It is one of the most welcoming and strongly emotionally connected
sensations in human memory. It awakens images of childhood,
grandmothers, mothers, family and friends. Perhaps no other sensation
carries with it such universally positive connections.
It is the smell of fresh, warm bread.
For
the Cybeline Pagan, it is a smell, a memory and a part of ritual that
connects across the centuries and across hemispheres. The scent of
bread brought smiles to the most ancient of our sisters; protection of
the grain crop that made the bread possible was the charged duty of the
last of our sisters in direct line of descent in the late 1600's.
The
cultural memory begins with baked mud ovens , then came beehive ovens
that reflect the temples of the Goddess of the same era, stone hearths,
cast iron stoves. Around each of these women would gather to
participate, to share, to join in a communal activity of not only
nourishment but of thanks, rejoicing and of a love for each other and
of the Goddess whose blessings the bread is an incarnate reflection of.

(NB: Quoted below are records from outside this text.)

def _csv_profiles(path: Path) -> dict:
    table = read_data_csv(path, CSV_COLUMNS)
    if "salinity_psu" in table.columns:
        skey, scol = "salinity", "salinity_psu"
    elif "conductivity_mS_cm" in table.columns:
        skey, scol = "conductivity", "conductivity_mS_cm"
    else:
        raise ArchiveError.at(str(path), "header (line 1)",
                              "neither salinity_psu nor conductivity_mS_cm is a column",
                              "add one of the two columns")
    ids = table["profile_id"].str.strip().to_numpy()
    empty = np.flatnonzero(ids == "")
    if empty.size:
        raise ArchiveError.at(str(path), f"line {empty[0] + 2}, column profile_id",
                              "the profile ID is empty", "give every sample its profile ID")
    time = time_column(table, "time", file=path)
    columns = {"pressure": numeric_column(table, "pressure_dbar", file=path),
               "temperature": numeric_column(table, "temperature_degC", file=path),
               skey: numeric_column(table, scol, file=path)}
    lat = numeric_column(table, "latitude", file=path)
    lon = numeric_column(table, "longitude", file=path)
    unique, first, inverse = np.unique(ids, return_index=True, return_inverse=True)
    rank = np.argsort(first)  # profiles in order of first appearance
    order = unique[rank]
    position = np.empty_like(rank)
    position[rank] = np.arange(rank.size)
    by_profile = position[inverse.ravel()]
    # each profile's samples in file order (a stable sort keeps it)
    samples = np.argsort(by_profile, kind="stable")
    rows = np.split(samples, np.cumsum(np.bincount(by_profile, minlength=rank.size))[:-1])
    width = max(len(r) for r in rows)
    arrays = {k: np.full((len(rows), width), np.nan) for k in columns}
    for k, r in enumerate(rows):
        for key, values in columns.items():
            arrays[key][k, :len(r)] = values[r]
    heads = np.array([r[0] for r in rows])
    names = {"pressure": "pressure_dbar", "temperature": "temperature_degC", skey: scol}
    # A profile's time and position are those of its first sample in file order.
    return {**arrays, "time": time[heads], "latitude": lat[heads], "longitude": lon[heads],
            "profile_id": order.astype(str), "layout": "csv", "names": names}


# ---------------------------------------------------------------- common


def _assemble(path, *, pressure, temperature, time, latitude, longitude, profile_id,
              layout, names, salinity=None, conductivity=None) -> xr.Dataset:
    salinity_from = "salinity" if salinity is not None else "conductivity"
    third = salinity if salinity is not None else conductivity
    for key, arr in (("pressure", pressure), ("temperature", temperature),
                     (salinity_from, third)):
        if np.all(np.isnan(arr)):
            raise ArchiveError.at(str(path), f"variable {names[key]}",
                                  "every value is missing (NaN or fill value)",
                                  "fill in the data or remove the variable's profiles")
    bad_t = np.flatnonzero(np.isnat(time))
    if bad_t.size:
        raise ArchiveError.at(str(path), f"time of profile {profile_id[bad_t[0]]!r}",
                              "the profile time is missing", "give every profile a time")
    n = pressure.shape[0]
    cols = [_ordered(path, profile_id[k], pressure[k], temperature[k], third[k])
            for k in range(n)]
    width = max(max(len(c[0]) for c in cols), 1)
    out = np.full((3, n, width), np.nan)
    for k, c in enumerate(cols):
        out[:, k, :len(c[0])] = c
    p, t, s = out
    if conductivity is not None:
        s = salinity_from_conductivity(s, t, p)
    order = np.argsort(time, kind="stable")
    dims = ("profile", "level")
    ds = xr.Dataset(
        {"pressure": (dims, p[order], {"standard_name": _P, "units": "dbar"}),
         "temperature": (dims, t[order], {"standard_name": _T, "units": "degC",
                                          "comment": "in situ, ITS-90"}),
         "salinity": (dims, np.asarray(s)[order], {"standard_name": _S, "units": "1"})},
        coords={"time": ("profile", np.asarray(time, "datetime64[ns]")[order]),
                "latitude": ("profile", np.asarray(latitude, "float64")[order],
                             {"standard_name": "latitude", "units": "degrees_north"}),
                "longitude": ("profile", normalise_longitude(longitude)[order],
                              {"standard_name": "longitude", "units": "degrees_east"}),
                "profile_id": ("profile", np.asarray(profile_id, dtype=str)[order])},
        attrs={"layout": layout, "salinity_from": salinity_from, "source": str(path)})
    return ds


def _ordered(path, pid, p, t, s) -> np.ndarray:
    """One profile's valid samples (3, n) by increasing pressure (see module doc).

    Valid: pressure present and temperature or salinity/conductivity present (the
    orthogonal layout stores every level for every profile)."""
    keep = ~np.isnan(p) & ~(np.isnan(t) & np.isnan(s))
    p, t, s = p[keep], t[keep], s[keep]
    step = np.diff(p)
    if np.any(step < 0):
        if np.all(step <= 0):
            p, t, s = p[::-1], t[::-1], s[::-1]
        else:
            i = int(np.flatnonzero(step < 0)[0]) + 1
            raise ArchiveError.at(
                str(path), f"profile {str(pid)!r}, sample index {i} (0-based, among its "
                "valid samples)",
                f"pressure decreases from {p[i - 1]:g} to {p[i]:g} dbar in a profile whose "
                "pressure also increases",
                "store each profile's samples in pressure order (down- or upcast)")
    return np.vstack([p, t, s])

Neither sacrament nor supplement, the bread is an integral part
of Cybeline ritual and practice. As opposed to the Christian conception
of communion, the bread is not a remberance of the Goddess, nor a
device to bring grace but a rejoicing in the best traditions of a
family meal. The bread connects us in an immediate sense not only to
each other in the present, but to every priestess, every woman, man and
child who partakes of the bread in the celebration of the Goddess, of
the Divine Feminine and the Community of Women throughout history.
Rev. Dr. Caillean Maureen McMahon
DIES SOLIS A.D. IV KAL. DEC. MMDCCLXII A.U.C.